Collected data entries
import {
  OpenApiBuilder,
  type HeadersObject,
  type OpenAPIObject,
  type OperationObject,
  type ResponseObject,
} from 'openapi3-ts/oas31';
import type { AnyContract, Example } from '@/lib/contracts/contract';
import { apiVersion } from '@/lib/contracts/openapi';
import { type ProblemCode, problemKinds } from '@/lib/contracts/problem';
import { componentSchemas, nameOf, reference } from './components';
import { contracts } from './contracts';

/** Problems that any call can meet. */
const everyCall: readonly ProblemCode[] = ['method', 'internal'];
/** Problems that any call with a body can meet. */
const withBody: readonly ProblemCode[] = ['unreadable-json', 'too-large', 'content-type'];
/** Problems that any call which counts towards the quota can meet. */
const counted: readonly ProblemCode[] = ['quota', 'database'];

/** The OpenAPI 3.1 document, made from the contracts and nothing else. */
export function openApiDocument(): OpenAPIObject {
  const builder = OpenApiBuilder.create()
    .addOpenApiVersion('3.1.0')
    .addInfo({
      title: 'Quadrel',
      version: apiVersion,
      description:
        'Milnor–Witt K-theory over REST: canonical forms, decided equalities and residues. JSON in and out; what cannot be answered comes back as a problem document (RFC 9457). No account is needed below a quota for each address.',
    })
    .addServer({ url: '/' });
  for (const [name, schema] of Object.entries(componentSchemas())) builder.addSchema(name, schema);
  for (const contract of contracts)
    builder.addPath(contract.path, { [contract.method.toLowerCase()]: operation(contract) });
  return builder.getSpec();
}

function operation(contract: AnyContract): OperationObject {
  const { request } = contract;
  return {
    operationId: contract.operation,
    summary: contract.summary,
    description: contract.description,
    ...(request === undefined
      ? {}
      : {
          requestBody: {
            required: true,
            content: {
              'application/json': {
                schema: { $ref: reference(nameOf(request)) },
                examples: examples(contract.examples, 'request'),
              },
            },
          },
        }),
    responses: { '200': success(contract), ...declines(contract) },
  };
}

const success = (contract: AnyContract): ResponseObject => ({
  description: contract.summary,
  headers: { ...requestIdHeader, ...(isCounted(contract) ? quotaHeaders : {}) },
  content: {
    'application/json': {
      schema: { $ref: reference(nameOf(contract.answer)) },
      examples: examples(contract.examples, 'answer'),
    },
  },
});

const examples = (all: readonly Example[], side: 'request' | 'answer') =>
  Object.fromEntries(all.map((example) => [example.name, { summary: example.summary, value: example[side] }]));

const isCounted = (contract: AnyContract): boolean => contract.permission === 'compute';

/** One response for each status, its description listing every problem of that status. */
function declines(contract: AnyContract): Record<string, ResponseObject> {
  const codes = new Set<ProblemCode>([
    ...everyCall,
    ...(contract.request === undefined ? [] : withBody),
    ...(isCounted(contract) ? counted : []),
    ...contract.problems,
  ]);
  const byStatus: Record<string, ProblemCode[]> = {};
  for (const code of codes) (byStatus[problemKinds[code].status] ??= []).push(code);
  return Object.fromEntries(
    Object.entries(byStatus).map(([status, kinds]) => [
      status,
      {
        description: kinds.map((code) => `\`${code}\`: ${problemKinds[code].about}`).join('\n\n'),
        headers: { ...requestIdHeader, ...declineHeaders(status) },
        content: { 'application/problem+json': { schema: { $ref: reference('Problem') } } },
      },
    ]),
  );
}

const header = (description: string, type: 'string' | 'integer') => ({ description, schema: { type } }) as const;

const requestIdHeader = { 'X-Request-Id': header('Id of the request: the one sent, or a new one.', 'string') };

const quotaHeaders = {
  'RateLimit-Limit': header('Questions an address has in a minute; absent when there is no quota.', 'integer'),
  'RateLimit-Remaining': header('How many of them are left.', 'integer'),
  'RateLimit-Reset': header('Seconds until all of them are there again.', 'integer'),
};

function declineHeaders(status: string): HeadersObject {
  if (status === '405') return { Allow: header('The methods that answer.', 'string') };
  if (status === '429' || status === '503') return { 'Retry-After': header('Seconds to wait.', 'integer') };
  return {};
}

■ **Your assignment**: Filter the data down to the lines that contain the string "success", and copy them.

■ **The completed task**:
    responses: { '200': success(contract), ...declines(contract) },
const success = (contract: AnyContract): ResponseObject => ({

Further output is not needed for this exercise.